The day was getting hot, and the sun had come around to the West side, so Chris, Erin, Amy and I all headed back around on the trail and met Kelly, Alex, Katie, Shawn and Victoria just as they got to the main trail after coming over Asterik Pass. It was late in the day, but Erin had her eye on a lead on Outsiders to round out the trip, and Kelly had a hankering for another Churn. So, we headed to Morning Glory wall for a last stop. Erin and Amy jockeyed with another party to get on Outsiders, and Kelly hit Churning again. Shawn, never one to sit around when he could be climbing, harnessed up for Nine Gallon Buckets, a 5.9 pitch with a bouldery crux start followed by a fun cruise up enormous huecos to the original anchors, followed by a 10c sequence of underclings, sidepulls and footwork, to a 5.8 honeycomb finish where the problem isn’t finding holds, the problem is choosing a hold from the gazillion options. I wanted to try the whole route, but wasn’t sure I could do the 10c section, so we had cleaners lined up. I did pop off the start once or twice (thank you for the spot, Mr. Campbell) but once on the route, the huecos were super fun. I hit the 10c crux and didn’t read the sequence well (plus, was pumped) so fell trying to get out to the left-hand sidepull. It took a try or two, but I figured out the sequence and then I think popped off just after the crux because of fatigue, and then finished up the route. Katie climbed it like a pro… she gave me footwork ideas for the crux, and everyone indulged me getting back on it (thanks, guys). My second try, I got a good rest before going into the crux, and pulled the crux but popped right after it (I think – can’t remember for sure, so correct me if that’s wrong!). I felt like I had one more burn in me, but in retrospect I didn’t (I’m exhausted) and the sun was starting to duck behind the rocks. Amy did a great job on the route on TR, and then Alex cleaned while us slow hikers got a start on the walk out to the car.

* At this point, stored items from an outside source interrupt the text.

def _profile_first_order(t, y):
    def sse(logk):
        x = _first_order_design(math.exp(logk), t)
        coef, *_ = np.linalg.lstsq(x, y, rcond=None)
        return float(np.sum((y - x @ coef) ** 2))

    span = max(t.max(), 1e-9)
    grid = np.linspace(math.log(1e-4 / span), math.log(1e3 / span), 121)
    vals = [sse(g) for g in grid]
    i = int(np.argmin(vals))
    lo, hi = grid[max(i - 1, 0)], grid[min(i + 1, len(grid) - 1)]
    res = optimize.minimize_scalar(sse, bounds=(lo, hi), method="bounded",
                                   options={"xatol": 1e-12})
    k = math.exp(res.x)
    c0 = float(np.linalg.lstsq(_first_order_design(k, t), y, rcond=None)[0][0])
    return {"c0": c0, "k": k}


#: Nelder–Mead tolerances of the lag fit (on ln k and the lag in hours, and on the sum of
#: squares): k and the lag agree with a fit to 1e-10 / 1e-14 within 1e-6 relative
#: (tests/test_kinetics.py), far below the digits reported, at a fraction of the cost.
LAG_XATOL, LAG_FATOL = 1e-7, 1e-10


def _profile_lag(t, y, xatol: float = LAG_XATOL, fatol: float = LAG_FATOL):
    def sse(theta):
        k, lag = math.exp(theta[0]), theta[1]
        x = _lag_design(k, lag, t)
        coef, *_ = np.linalg.lstsq(x, y, rcond=None)
        return float(np.sum((y - x @ coef) ** 2))

    span = max(t.max(), 1e-9)
    best = None
    for logk in np.linspace(math.log(0.1 / span), math.log(100 / span), 13):
        for lag in np.unique(np.concatenate([[0.0], t[t < t.max()]])):
            val = sse((logk, lag))
            if best is None or val < best[0]:
                best = (val, logk, lag)
    res = optimize.minimize(sse, x0=[best[1], best[2]], method="Nelder-Mead",
                            options={"xatol": xatol, "fatol": fatol, "maxiter": 4000})
    k, lag = math.exp(res.x[0]), max(float(res.x[1]), 0.0)
    c0, c_inf = np.linalg.lstsq(_lag_design(k, lag, t), y, rcond=None)[0]
    return {"c0": float(c0), "c_inf": float(c_inf), "k": k, "lag": lag}


def _jacobian(fun, params: dict, t: np.ndarray) -> np.ndarray:
    names = list(params)
    base = fun(t, **params)
    cols = []
    for name in names:
        h = 1e-7 * max(abs(params[name]), 1e-7)
        p = dict(params)
        p[name] += h
        cols.append((fun(t, **p) - base) / h)
    return np.column_stack(cols)


def _aic(sse: float, n: int, p: int) -> float:
    return n * math.log(max(sse, 1e-300) / n) + 2 * p


def fit_removal(elapsed_h, coverage_pct, *, model: str = "auto",
                confidence: float = 0.95) -> RemovalFit:
    """Fit a removal curve to coverage readings of one bath.

    Parameters
    ----------
    elapsed_h, coverage_pct : array-like
        Time in the bath (h, >= 0) and rust coverage (% of area, 0–100), NaN dropped.
    model : {"auto", "first_order", "lag_plateau"}
        ``"auto"`` keeps the lag-plateau model only where its AIC is lower.
    confidence : float
        Level of the rate-constant interval.

    Returns
    -------
    RemovalFit

    Raises
    ------
    ResponseError
        Fewer than 3 readings, values out of range, or an unknown model.
    """
    if model not in ("auto", "first_order", "lag_plateau"):
        raise ResponseError(
            f"model must be 'auto', 'first_order' or 'lag_plateau'; got {model!r}.")
    t = np.asarray(elapsed_h, dtype=float)
    y = np.asarray(coverage_pct, dtype=float)
    keep = ~(np.isnan(t) | np.isnan(y))
    t, y = t[keep], y[keep]
    if np.any(t < 0) or np.any((y < 0) | (y > 100)):
        raise ResponseError(
            "time-course readings need elapsed_h >= 0 and coverage_pct within 0-100; got "
            f"times {t[t < 0][:3].tolist()} and coverages {y[(y < 0) | (y > 100)][:3].tolist()}."
            " Correct the readings.")
    if t.size < 3 or np.unique(t).size < 3:
        raise ResponseError(
            f"a removal curve needs readings at 3 or more times; got {np.unique(t).size}. "
            "Record more inspections.")
    n = t.size
    fits = {"first_order": (_profile_first_order(t, y), first_order)}
    if model in ("auto", "lag_plateau") and n >= 6:
        fits["lag_plateau"] = (_profile_lag(t, y), lag_plateau)
    elif model == "lag_plateau":
        raise ResponseError(f"the lag-plateau model needs 6 or more readings; got {n}.")
    aics = {}
    floor = n * (1e-9 * max(1.0, float(np.max(np.abs(y))))) ** 2  # rounding-level SSE
    for name, (params, fun) in fits.items():
        sse = max(float(np.sum((y - fun(t, **params)) ** 2)), floor)
        aics[name] = _aic(sse, n, len(params))
    chosen = model if model != "auto" else min(aics, key=aics.get)
    params, fun = fits[chosen]
    other = [a for m, a in aics.items() if m != chosen]
    p = len(params)
    resid = y - fun(t, **params)
    dof = n - p
    s2 = float(resid @ resid) / dof
    if chosen == "first_order":  # analytic: d/dc0, d/dk of c0·exp(-k t)
        e = np.exp(-params["k"] * t)
        jac = np.column_stack([e, -params["c0"] * t * e])
    else:
        jac = _jacobian(fun, params, t)
    try:
        cov = s2 * np.linalg.inv(jac.T @ jac)
    except np.linalg.LinAlgError:
        cov = np.full((p, p), np.nan)
    k_index = list(params).index("k")
    k_se = float(math.sqrt(cov[k_index, k_index])) if cov[k_index, k_index] >= 0 else math.nan
    tq = float(stats.t.ppf(0.5 + confidence / 2, dof))
    k = params["k"]
    log_k_se = k_se / k if k > 0 else math.nan
    fit = RemovalFit(
        model=chosen, params=params, k_per_h=k, k_se=k_se,
        k_lower=_scaled(k, -tq * log_k_se), k_upper=_scaled(k, tq * log_k_se),
        log_k_se=log_k_se, df=float(dof), time_to_50_h=math.nan, time_to_90_h=math.nan,
        reached_50=False, reached_90=False, time_to_50_model_h=math.nan,
        time_to_90_model_h=math.nan, n=n, aic=aics[chosen],
        aic_other=other[0] if other else math.nan, last_h=float(t.max()),
        confidence=confidence, cov=cov,
    )
    for level in LEVELS:
        tag = int(level)
        model_time = fit.time_to(level)
        reached = bool(model_time <= fit.last_h)
        setattr(fit, f"time_to_{tag}_model_h", model_time)
        setattr(fit, f"reached_{tag}", reached)
        setattr(fit, f"time_to_{tag}_h", model_time if reached else math.nan)
        if not reached:
            # a time beyond the last reading is an extrapolation: not quoted (issue 17;
            # the fitted value stays in time_to_<level>_model_h)
            where = ("the model levels off first" if math.isinf(model_time)
                     else "a time beyond the readings would be a guess")
            fit.notes.append(
                f"{tag} % removal not reached within the readings (last at "
                f"{fit.last_h:g} h); {where}; not reported as a result.")
    return fit
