def make_copy(where: Path) -> Path:
    """A scratch copy of the project; its core is importable as ``tradeoff``."""
    ignore = shutil.ignore_patterns("__pycache__", ".pytest_cache", ".hypothesis", "*.pyc")
    for name in COPIED:
        src = ROOT / name
        if src.is_dir():
            shutil.copytree(src, where / name, ignore=ignore)
        elif src.exists():
            shutil.copy2(src, where / name)
    (where / "_import").mkdir()
    (where / "_import" / "tradeoff").symlink_to(where / "core", target_is_directory=True)
    return where


def environment(copy: Path) -> dict:
    env = dict(os.environ)
    env.update(PYTHONPATH=str(copy / "_import"), PYTHONDONTWRITEBYTECODE="1",
               OPENBLAS_NUM_THREADS="1", OMP_NUM_THREADS="1", MKL_NUM_THREADS="1")
    env.pop("CI", None)
    return env


def imported_from(copy: Path) -> Path:
    """Where ``tradeoff`` is imported from in the scratch copy's environment."""
    out = subprocess.run([sys.executable, "-c",
                          "import pathlib, tradeoff; "
                          "print(pathlib.Path(tradeoff.__file__).resolve())"],
                         cwd=copy, env=environment(copy), capture_output=True, text=True,
                         check=True)
    return Path(out.stdout.strip())


def run_tests(copy: Path, tests) -> tuple[int, str, float]:
    """(pytest exit status, first failing test or a short reason, seconds)."""
    cmd = [sys.executable, "-m", "pytest", "-x", "-q", "-p", "no:cacheprovider",
           "--no-header", "-rfE", *tests]
    start = time.perf_counter()
    try:
        out = subprocess.run(cmd, cwd=copy, env=environment(copy), capture_output=True,
                             text=True, timeout=TIMEOUT)
    except subprocess.TimeoutExpired:
        return -1, f"timed out after {TIMEOUT} s", time.perf_counter() - start
    seconds = time.perf_counter() - start
    first = ""
    for line in out.stdout.splitlines():
        m = re.match(r"^(FAILED|ERROR) (\S+)", line)
        if m:
            first = m.group(2)
            break
    if out.returncode not in (0, 1):
        tail = (out.stdout + out.stderr).strip().splitlines()[-3:]
        first = " | ".join(tail)
    return out.returncode, first, seconds
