def _climb(problem, X, D, Y, step: float = 0.1, settle: float = _SETTLE):
    """Pattern search on D from every start at once (one batch per round).

    Each start tries a step along every direction of its pattern, moves to its
    best feasible neighbour when that improves D, and shrinks its step
    otherwise; starts whose step has fallen below ``settle`` (coded units)
    stop, and the polish takes them the rest of the way. With up to 3 numeric
    factors the pattern holds the diagonals too (8 or 26 directions), so a
    start can follow a ridge of D that runs across the axes in a few rounds;
    above that it is the compass (up and down each factor), and the rounds are
    more. Returns the climbed points, their D and their goal values.
    """
    X, D, Y = X.copy(), D.copy(), Y.copy()
    p, k = len(problem.num), problem.k
    steps = np.full(len(X), step * float(np.max(problem.hi - problem.lo)) / 2)
    if p <= _DIAGONAL:
        directions = np.array([v for v in itertools.product((-1.0, 0.0, 1.0), repeat=p)
                               if any(v)])
        rounds, shrink = _ROUNDS_DIAGONAL, 1 / 3
    else:
        directions = np.vstack([np.eye(p), -np.eye(p)])
        rounds, shrink = _ROUNDS, 1 / 2
    moves = np.zeros((len(directions), k))
    moves[:, problem.num] = directions
    ruled = len(problem.b) > 0
    for _ in range(rounds):
        live = np.flatnonzero(steps >= settle)
        if not len(live):
            break
        trial = X[live, None, :] + steps[live, None, None] * moves  # (s, directions, k)
        np.clip(trial, problem.lo_k, problem.hi_k, out=trial)
        flat = trial.reshape(-1, k)
        Yt = problem.values(flat)
        Dt = problem.score(Yt)[0]
        if ruled:
            Dt[~problem.feasible(flat)] = -1.0
        Dt = Dt.reshape(len(live), len(moves))
        Yt = Yt.reshape(len(live), len(moves), -1)
        best = Dt.argmax(axis=1)
        rows = np.arange(len(live))
        gain = Dt[rows, best] > D[live]
        up = live[gain]
        X[up] = trial[rows[gain], best[gain]]
        D[up] = Dt[rows[gain], best[gain]]
        Y[up] = Yt[rows[gain], best[gain]]
        steps[live[~gain]] *= shrink
    return X, D, Y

A quiet evening at Overboard was a perfect way to end another perfect weekend. A short way into the long drive home I realized I was the only one who di
dn’t have to get up for responsibilities in the morning (I’d scheduled a quiet day in my home office) so put in a long series of CDs I could sing to, to keep myself awake, and cruised toward home. Home safe a bit after 2am, slept until Kelly (who crashed at our place to be closer to work) got up at 6:30; then slept until Chris called from the office at 10am to see if I had court today.